Last Updated on 16 Haziran 2022 by Aslıhan Demiralay
Orijinal adı L’etoile olan eser usta Fransız ressam Edgar Degas’nın belki de en bilinen, en popüler tablosudur. İzlenimci ressam özellikle balerinleri çizdiği eserleri ile tanınır.
L’etoile nam-ı diğer Dansöz tablosundan bahsetmeden önce Edgar Degas’nın hayatından bahsedelim.
Edgar Degas’nın Hayatı
Edgar Degas 1834’te Paris’de doğdu. Babası Auguste zengin bir aileden geliyordu. Babasının sanata olan merakı sayesinde Edgar’da sanatla ilgilendi.1855’de Güzel Sanatlar Okulu’na gitmek için hukuk fakültesini bıraktı. Degas’nın resim anlayışı çizimin, iyi resmin temeli olduğu yönündeydi. Okul döneminde sürekli Napoli ve Floransa’ya giderek İtalyan ressamların çalışmalarını inceleme fırsatı buldu. Kendi başına yaşamaya başladıktan sonra daha çok Paris’in 9.Bölgesi’nde yaşadı ve Pigalle ve Montmartre’ın küçük lokantaları ve müzikhollerinin müdavimi oldu.
Degas’nın ünü izlenimci ressamlarla sergi açmasıyla daha da arttı. Çoğu sanatçı kadar mali kaygıları olmasa da ailesinden gelen para sanıldığı kadar çok değildi. Degas, resimlerini ilk yaptığı anda satma yoluna gitmezdi, bunları ya stüdyosuna gelenlere satar ya da tanınmış sanat eserleri sahipleri aracılığı ile satardı.
Kişisel sergi açma konusunda çok istekli değildi. Yaptığı tabloların çok azı piyasada olurdu böylece koleksiyoncular O’nun tablolarını arardı. Resimleri özellikle hayatının sonlarına doğru yüz binlerce franka alıcı bulabiliyordu.
Kaderin belki de bir oyunu olarak Degas ömrünün son döneminde görme yeteneğini büyük oranda kaybetti. 1900’lerden sonra heykele yöneldi. Ancak 1908’de görme yeteneğinin tamamını kaybetti ve ve resmi tamamen bıraktı.1917 yılında hayata gözlerini yumdu.

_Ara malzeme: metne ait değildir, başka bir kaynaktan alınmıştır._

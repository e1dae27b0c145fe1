"""Every widget with invented data, as small apps: for pictures, golden files and the byte budgets."""

from __future__ import annotations

import sys
from collections.abc import Callable
from types import SimpleNamespace

import numpy as np
from textual.app import ComposeResult
from textual.widget import Widget

from tui.look import DARK, LIGHT, TERMINAL, Ink, Look
from tui.safe import SafeApp, Words
from tui.widgets.answers import Answer, AnswerTable
from tui.widgets.cells import shape
from tui.widgets.chart import EffectChart
from tui.widgets.form import Choice, ChoiceForm
from tui.widgets.histogram import ScoreHistogram
from tui.widgets.sweep import SweepChart
from tui.widgets.table import Column, VTable

LOOKS = {
    "dark": Look(theme=DARK),
    "light": Look(theme=LIGHT),
    "sixteen": Look(theme=TERMINAL),
    "mono": Look(theme=DARK, colour=False),
}


def means(reach: float = 15.0) -> SimpleNamespace:
    """Invented means: a slope, a jump of a quarter, and noise."""
    draw = np.random.default_rng(7)

    def side(sign: int) -> SimpleNamespace:
        centre = sign * (np.arange(20) + 0.5) * reach / 20
        mean = 0.3 + 0.02 * centre + (0.25 if sign > 0 else 0.0) + draw.normal(0, 0.035, 20)
        return SimpleNamespace(centre=centre, mean=mean, count=np.full(20, 31))

    return SimpleNamespace(below=side(-1), above=side(1))


def fits(width: float) -> SimpleNamespace:
    """An invented fit, whose band narrows as the window widens."""

    def side(sign: int) -> SimpleNamespace:
        x = np.linspace(-width, 0.0, 90) if sign < 0 else np.linspace(0.0, width, 90)
        fit = 0.3 + (0.02 + 0.05 / width) * x + (0.25 if sign > 0 else 0.0)
        half = (0.02 + 0.12 * (np.abs(x) / width - 0.45) ** 2) * np.sqrt(6.0 / width)
        return SimpleNamespace(x=x, fit=fit, low=fit - half, high=fit + half)

    return SimpleNamespace(below=side(-1), above=side(1))


def sweep() -> SimpleNamespace:
    """An invented sweep over 120 widths."""
    width = np.geomspace(1.2, 15.0, 120)
    estimate = 0.25 + 0.08 * np.sin(3 * np.log(width)) / width + 0.004 * (width - 4)
    half = 0.32 / np.sqrt(width)
    return SimpleNamespace(bandwidth=width, estimate=estimate, low=estimate - half, high=estimate + half)


def at_width(width: float) -> dict[str, float]:
    """The invented sweep at one width."""
    whole = sweep()
    return {
        "bandwidth": width,
        "estimate": float(np.interp(width, whole.bandwidth, whole.estimate)),
        "low": float(np.interp(width, whole.bandwidth, whole.low)),
        "high": float(np.interp(width, whole.bandwidth, whole.high)),
    }


def effect_chart(width: float = 6.2) -> EffectChart:
    """The effect's picture."""
    chart = EffectChart()
    show_width(chart, width)
    return chart


def show_width(chart: EffectChart, width: float) -> None:
    """Show one width, as a scrubbing person does."""
    chart.set_data(
        bins=means(), curve=fits(width), reach=15.0, bandwidth=(width, width), cutoff=52.0, label="admissions a year",
        score="heat_burden",
    )  # fmt: skip


def sweep_chart() -> SweepChart:
    """The sweep's picture."""
    chart = SweepChart()
    chart.set_data(sweep=sweep(), label="effect on admissions a year")
    chart.set_marks([(4.1, "best")])
    chart.set_here(**at_width(6.2))
    return chart


def histogram(cutoff: float = 52.0) -> ScoreHistogram:
    """A lumpy score with a line on it."""
    draw = np.random.default_rng(3)
    score = np.clip(draw.normal(49, 9, 3000), 20, 80)
    score = np.where(draw.random(3000) < 0.25, np.round(score / 5) * 5, score)
    counts, edges = np.histogram(score, bins=np.arange(20.0, 80.5, 1.0))
    below, above = int((score < cutoff).sum()), int((score >= cutoff).sum())
    widget = ScoreHistogram()
    widget.set_data(
        histogram=SimpleNamespace(edges=edges, counts=counts, on_line=0, below=below, above=above),
        cutoff=cutoff, treated="above", score="heat_burden", cutoff_moves=True,
    )  # fmt: skip
    return widget


def table() -> VTable:
    """A table of columns."""
    draw = np.random.default_rng(5)
    names = [
        "heat_burden",
        "admissions",
        "district",
        "[bold]street[/]",
        "grant",
        "head_age",
        "rooms",
        "größe",
        "温度",
    ]
    kinds = ["number", "whole number", "text", "text", "yes/no"]
    rows = [
        (
            names[index % 9] + ("" if index < 9 else f"_{index // 9}"),
            (kinds[index % 5], Ink.MUTED),
            f"{int(draw.integers(0, 400)):,}" if index % 3 else ("none", Ink.FAINT),
            f"{draw.normal(0, 40):.{index % 4}f}",
            f"{draw.normal(900, 400):,.{(index + 1) % 3}f}",
            (shape(draw.integers(0, 40, 12).tolist(), Look()), Ink.MUTED),
        )
        for index in range(60)
    ]
    view = VTable(id="columns")
    view.set_rows(
        [
            Column(key="name", title="column", widest=24),
            Column(key="kind", title="type"),
            Column(key="missing", title="missing", align="right"),
            Column(key="low", title="lowest", align="decimal"),
            Column(key="high", title="highest", align="decimal"),
            Column(key="shape", title="shape"),
        ],
        rows,
    )
    return view


def answers() -> AnswerTable:
    """Three answers that nearly agree."""
    view = AnswerTable()
    view.set_answers(
        [
            Answer(name="robust bias-corrected", estimate=0.247, low=0.121, high=0.371, chosen=True),
            Answer(name="bias-aware", estimate=0.258, low=0.097, high=0.419, note="curvature at most 0.0031"),
            Answer(name="local randomisation", estimate=0.31, low=0.18, high=0.44, note="window -1.2 to 1.2"),
        ]
    )
    return view


def form() -> ChoiceForm:
    """The choices of an estimate."""
    view = ChoiceForm()
    view.set_choices(
        [
            Choice(key="bandwidth", label="bandwidth", value="mse", allowed=("mse", "coverage", "bias-aware"),
                   typed="number", help="how close is close: a rule, or a number in the score's units"),
            Choice(key="kernel", label="kernel", value="triangular", allowed=("triangular", "uniform", "epanechnikov"),
                   help="how weight falls with distance from the cutoff"),
            Choice(key="order", label="order", value="1", allowed=("0", "1", "2", "3"), help="degree of the local fit"),
            Choice(key="interval", label="interval", value="robust", allowed=("robust", "bias-aware", "plain"),
                   help="which interval is drawn and quoted first"),
            Choice(key="donut", label="donut", value="0", typed="number", help="leave out scores closer than this"),
            Choice(key="cluster", label="cluster", value="none", allowed=("none",), why_not="no column has this role yet"),
        ]
    )  # fmt: skip
    return view


GALLERY: dict[str, Callable[[], list[Widget]]] = {
    "effect": lambda: [effect_chart()],
    "sweep": lambda: [sweep_chart()],
    "histogram": lambda: [histogram()],
    "table": lambda: [table()],
    "answers": lambda: [answers(), form()],
    "bench": lambda: [
        effect_chart(),
        sweep_chart(),
        Words("Being just above the line changed admissions."),
        answers(),
    ],
}


class GalleryApp(SafeApp[None]):
    """One page of the gallery."""

    ENABLE_COMMAND_PALETTE = False

    def __init__(self, page: str, *, look: Look | None = None) -> None:
        super().__init__(look=look)
        self._page = page

    def compose(self) -> ComposeResult:
        """Compose the page."""
        yield from GALLERY[self._page]()

    def on_mount(self) -> None:
        """Focus what can be focused."""
        for widget in self.query("ScoreHistogram, CursorView"):
            widget.focus()
            break


if __name__ == "__main__":
    GalleryApp(sys.argv[1]).run()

Türkçe çevirisi Yıldız olan tablo Degas’nın daha çok kullandığı kulis ortamı yerine direk olarak sahneyi resmettiği bir eser. Genellikle provalara giderek ya da stüdyosunda balerinleri çizen Degas bu tür çalışmaları nadiren yapmıştır. Resimlerinde çok görülen bir teknik olan Repoussoir -Arkadaki şekilleri uzakta göstermek ,geriye itmek ve ön plandaki renkleri canlı tutma -tekniğini kullandı.Bu teknik ,ön planda genellikle merkezin dışında, izleyicinin dikkatini arkaya doğru kaydırıp derinlik durumunu artıran ve güçlü bir şekilde tanımlanmış bir kişiyi de içerir. Bu şahane eser günümüzde, sadece empresyonistlerin resimlerinin sergilendiği Museé D’Orsay’da bulunuyor.
Degas’nın Sanatı
Degas ressam olarak ilk günlerinde Fransız ressam Eugene Delacroix’dan ve Jean Auguste Dominique Ingres’den çok etkilendi. Önceleri Antik Yunan dan aşk manzaraları ve temalar kullandı ancak sonradan bunların modasının geçtiğini düşünerek gerçek hayatı yansıtan resimler çizmeye başladı. Yakın arkadaşları ressam Gustave Courbet, Edouard Manet yazar Charles Baudelaire ve Emile Zola’nın bu konuda ki fikirlerinden etkilendi. Özellikle Manet, Degas’nın çok yalın arkadaşıydı ve Degas Manet’nin fikirlerinden sıklıkla etkilendi.
Dans Un Café tablosu 1876’da Brighton’da sergilendi ve büyük bir gürültü kopardı. Gürültünün sebebi ise kafedeki insanların absant isimli içkiden içmesiydi. Absent o dönemde yüksel alkol tutkusunun müsebbibi olarak görülüyordu. Resimde ki son derece kederli resmedilen iki kişi Degas’nın arkadaşlarıydı.
1888’de Amerikalı George Eastman Kodak şirketini kurdu. Bu şirket ucuz fotoğraf makineleri satıyordu. Degas’da bu makinelerden bir tane satın aldı. At yarışlarına meraklı olan sanatçı yarışların resimlerini çekerek gerçekçi at yarışı resimleri yaptı.